Background:
COVID-19 has inevitably influenced health systems. HIV testing rates
have been reduced, and access to antiretroviral treatment has been scaled down. We evaluated the
impact of COVID-19 on the management of people living with HIV (PLWH) in Türkiye.
Methods:
We conducted a cross-sectional study in three tertiary care hospitals. We compared the
baseline characteristics at the first visit and viral suppression rates at the 24th week of new HIV
diagnoses during the pandemic with those during the previous two years. To observe the effect
of the pandemic on people living with HIV who were already in care, we compared the metabolic
and clinical parameters like weight, blood pressure, blood lipid levels, fasting glucose levels, and
liver and renal function tests, of the same people before and during the pandemic.
Results:
The first group included 380 cases (127 diagnosed during the pandemic and 253 diagnosed
during the previous year). The demographic characteristics were similar. The newly diagnosed
PLWH during the pandemic had significantly higher baseline HIV RNA levels (p=0.005),
a lower number of clinical visits (p=0.0005), and a lower number of cases with undetectable viral
loads at 24 weeks of treatment (p=0.0005) than those diagnosed during the pre-pandemic period.

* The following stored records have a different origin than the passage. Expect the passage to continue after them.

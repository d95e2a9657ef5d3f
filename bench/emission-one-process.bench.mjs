// Emission totals of the four spins at a = 0.9 to 1e-6 in ONE fresh Node process, against the 2 s
// target, and the same four totals from the CLI: `penumbra emission --a 0.9 --spin 0,2,1/2,1 --tol
// 1e-6 --json` (one process; builds without spin lists skip it) and `--spin S`, one process per spin.
//   npx tsc -b && BASE=/path/to/baseline/checkout node bench/emission-one-process.bench.mjs [--runs 5]
// Why a single process: a fresh lane pays 4–5× a warm run for its first totals (V8 compiles the
// solver on its compiler threads), so two lanes pay that twice, while one process keeps its main
// thread busy and lets the compiler threads use the second core. The wall time is from spawning
// `node` to its exit (start-up and module loading included); CPU is the child's, all threads (for
// the CLI from /usr/bin/time, which also counts any process the CLI starts). With BASE (a built
// checkout) every run times both builds, alternating which goes first, so load on the shared host
// hits both alike; compare builds by the per-run ratios, not by absolute seconds.
import { spawnSync } from 'node:child_process';
import { existsSync, mkdtempSync, readFileSync, rmSync } from 'node:fs';
import os from 'node:os';
import { join, resolve } from 'node:path';
import { pathToFileURL } from 'node:url';
import { benchDir, median, writeResult } from './lib.mjs';

const SPINS = [0, 2, 0.5, 1];
const CLI_SPIN = { 0: '0', 2: '2', 0.5: '1/2', 1: '1' };

const child = `
const { emissionTotals } = await import(process.env.EMISSION_MODULE);
const out = [];
for (const spin of ${JSON.stringify(SPINS)}) {
  const r = emissionTotals({ hole: { a: 0.9 }, field: { spin } }, { tol: 1e-6 });
  out.push({ spin, power: r.power.value, powerError: r.power.absError });
}
const u = process.resourceUsage();
console.log(JSON.stringify({ out, cpuSeconds: (u.userCPUTime + u.systemCPUTime) / 1e6 }));
`;

const args = process.argv.slice(2);
const runs = Number(args[args.indexOf('--runs') + 1] ?? 5) || 5;
const builds = [{ name: 'this build', root: resolve(benchDir, '..') }];
if (process.env.BASE) builds.push({ name: `base ${process.env.BASE}`, root: resolve(process.env.BASE) });
const timeTool = existsSync('/usr/bin/time') ? '/usr/bin/time' : undefined;
const scratch = mkdtempSync(join(os.tmpdir(), 'emission-one-process-'));

function library(root) {
  const env = { ...process.env, EMISSION_MODULE: pathToFileURL(join(root, 'packages/emission/dist/index.js')).href };
  const t0 = performance.now();
  const r = spawnSync(process.execPath, ['--input-type=module', '-e', child], { cwd: benchDir, encoding: 'utf8', env });
  const wall = (performance.now() - t0) / 1000;
  if (r.status !== 0) throw new Error(r.stderr);
  const parsed = JSON.parse(r.stdout);
  return { wall, cpu: parsed.cpuSeconds, out: parsed.out };
}

/** One CLI process for the given spins; null when the build rejects the spin list (exit code 2). */
function cliRun(root, spins) {
  const cli = [
    join(root, 'packages/cli/bin/penumbra.js'),
    'emission',
    '--a',
    '0.9',
    '--spin',
    spins.map((spin) => CLI_SPIN[spin]).join(','),
    '--tol',
    '1e-6',
    '--json',
  ];
  const timeFile = join(scratch, 'time.txt');
  const [cmd, cmdArgs] = timeTool
    ? [timeTool, ['-f', '%U %S', '-o', timeFile, process.execPath, ...cli]]
    : [process.execPath, cli];
  const t0 = performance.now();
  const r = spawnSync(cmd, cmdArgs, { cwd: benchDir, encoding: 'utf8' });
  const wall = (performance.now() - t0) / 1000;
  if (r.status === 2 && spins.length > 1) return null;
  if (r.status !== 0) throw new Error(r.stderr);
  const cpu = timeTool
    ? readFileSync(timeFile, 'utf8')
        .trim()
        .split('\n')
        .at(-1)
        .split(' ')
        .reduce((s, x) => s + Number(x), 0)
    : Number.NaN;
  const json = JSON.parse(r.stdout);
  return { wall, cpu, powers: (spins.length > 1 ? json : [json]).map((o) => o.power.value) };
}

function cli(root) {
  const list = cliRun(root, SPINS);
  const per = SPINS.map((spin) => cliRun(root, [spin]));
  return {
    wall: per.reduce((s, p) => s + p.wall, 0),
    cpu: per.reduce((s, p) => s + p.cpu, 0),
    perSpinWall: per.map((p) => p.wall),
    powers: per.map((p) => p.powers[0]),
    list,
  };
}

const load = os.loadavg()[0];
const series = builds.map(() => ({ lib: [], cli: [] }));
for (let i = 0; i < runs; i++) {
  const order = builds.map((_, k) => (i + k) % builds.length);
  for (const k of order) series[k].lib.push(library(builds[k].root));
  for (const k of order) series[k].cli.push(cli(builds[k].root));
  const line = order
    .map((k) => {
      const l = series[k].lib.at(-1);
      const c = series[k].cli.at(-1);
      const list = c.list ? `CLI list wall ${c.list.wall.toFixed(2)} s CPU ${c.list.cpu.toFixed(2)} s; ` : '';
      return `${builds[k].name}: library wall ${l.wall.toFixed(2)} s CPU ${l.cpu.toFixed(2)} s; ${list}CLI ×4 wall ${c.wall.toFixed(2)} s CPU ${c.cpu.toFixed(2)} s`;
    })
    .join(' | ');
  console.log(`run ${i + 1}: ${line}`);
}
rmSync(scratch, { recursive: true, force: true });

console.log(
  `\nEmission totals, four spins at a = 0.9, tol 1e-6 (${runs} runs) on ${os.cpus().length} cores, load average ${load.toFixed(1)} before, ${os.loadavg()[0].toFixed(1)} after`,
);
const summary = (xs) => `least ${Math.min(...xs).toFixed(2)} s, median ${median(xs).toFixed(2)} s`;
builds.forEach((b, k) => {
  const s = series[k];
  console.log(`${b.name}:`);
  console.log(
    `  library, one process: wall ${summary(s.lib.map((r) => r.wall))} (least / 2 s target ${(Math.min(...s.lib.map((r) => r.wall)) / 2).toFixed(2)}); CPU all threads ${summary(s.lib.map((r) => r.cpu))}`,
  );
  const lists = s.cli.map((r) => r.list).filter((r) => r);
  if (lists.length > 0)
    console.log(
      `  CLI, --spin 0,2,1/2,1 in one process: wall ${summary(lists.map((r) => r.wall))} (least / 2 s target ${(Math.min(...lists.map((r) => r.wall)) / 2).toFixed(2)}); CPU ${summary(lists.map((r) => r.cpu))}`,
    );
  console.log(
    `  CLI, one process per spin, summed: wall ${summary(s.cli.map((r) => r.wall))}; CPU ${summary(s.cli.map((r) => r.cpu))}`,
  );
  const perSpin = SPINS.map((spin, j) => `s = ${CLI_SPIN[spin]} ${Math.min(...s.cli.map((r) => r.perSpinWall[j])).toFixed(2)} s`);
  console.log(`  CLI least wall per spin: ${perSpin.join(', ')}`);
});
if (builds.length === 2) {
  const ratio = (key, part) => series[0][part].map((r, i) => r[key] / series[1][part][i][key]);
  for (const part of ['lib', 'cli'])
    for (const key of ['wall', 'cpu']) {
      const q = ratio(key, part);
      console.log(
        `ratio this/base, ${part === 'lib' ? 'library' : 'CLI ×4'} ${key === 'wall' ? 'wall' : 'CPU '} per run: ${q.map((x) => x.toFixed(2)).join(' ')} (median ${median(q).toFixed(2)})`,
      );
    }
}
const last = series[0].lib.at(-1).out;
for (const [j, o] of last.entries()) {
  const others = series.flatMap((s) => [
    s.lib.at(-1).out[j].power,
    s.cli.at(-1).powers[j],
    ...(s.cli.at(-1).list ? [s.cli.at(-1).list.powers[j]] : []),
  ]);
  const same = others.every((p) => p === o.power);
  console.log(
    `  spin ${o.spin}: power·M² ${o.power.toExponential(8)} ± ${o.powerError.toExponential(1)}${same ? ' (identical in every build, library and CLI)' : ` (differs: ${others.map((p) => p.toExponential(12)).join(', ')})`}`,
  );
}
writeResult('emission-one-process', {
  machine: { cores: os.cpus().length, load },
  runs,
  builds: builds.map((b, k) => ({ name: b.name, library: series[k].lib.map(({ out, ...r }) => r), cli: series[k].cli })),
  totals: last,
});
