import { greybody } from '@penumbra/flux';
const cases = [[0.5, 10.5, 0.5, 0, 20], [2, 2, 2, 0.7, 20], [0, 50, 10, 0.7, 12], [0, 2, 1, 0.7, 0.5], [1, 30, 30, 0.99, 30],[0, 3, 3, 0.99, 2, 1.9975]];
const cpu = (f) => { f(); const t = process.cpuUsage(); let n = 0; do { f(); n++; } while ((process.cpuUsage(t).user + process.cpuUsage(t).system) < 4e5 && n < 100); const u = process.cpuUsage(t); return (u.user + u.system) / 1000 / n; };
for (const [spin, l, m, a, omega, mass] of cases) {
  const pr = { hole: { a }, mode: { field: mass ? { spin, mass } : { spin }, l, m }, omega };
  const r = {};
  for (let rep = 0; rep < 2; rep++) for (const osc of ['ode', 'riccati']) { const t = cpu(() => greybody(pr, { oscillation: osc })); r[osc] = Math.min(r[osc] ?? 1e9, t); }
  const g1 = greybody(pr, { oscillation: 'ode' }), g2 = greybody(pr, { oscillation: 'riccati' });
  console.log(JSON.stringify([spin, l, m, a, omega, mass]), 'ode', r.ode.toFixed(2), 'ric', r.riccati.toFixed(2), 'x', (r.ode / r.riccati).toFixed(2), 'rhs', g1.diagnostics.rhsEvaluations, g2.diagnostics.rhsEvaluations, 'diff', Math.abs(g2.gamma / g1.gamma - 1).toExponential(1), 'rel', g2.relError.toExponential(1));
}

The second group included 261 individuals with a mean follow-up duration of 24.7 (SD± 3.5;
min- max 12-144) months. The comparison of laboratory parameters revealed that in the postpandemic
period, virologic suppression was maintained at 90.1%, body mass index (p=0,0001),
total cholesterol (p=0,0001), and LDL levels (p=0,0001) increased significantly, and creatinine
levels decreased significantly (p=0,0001).
Conclusion:
Our study showed that COVID-19 deteriorated the HIV management of PLHIV.
Strengthening the medical infrastructure of basic services for PLWH is critical for future crises.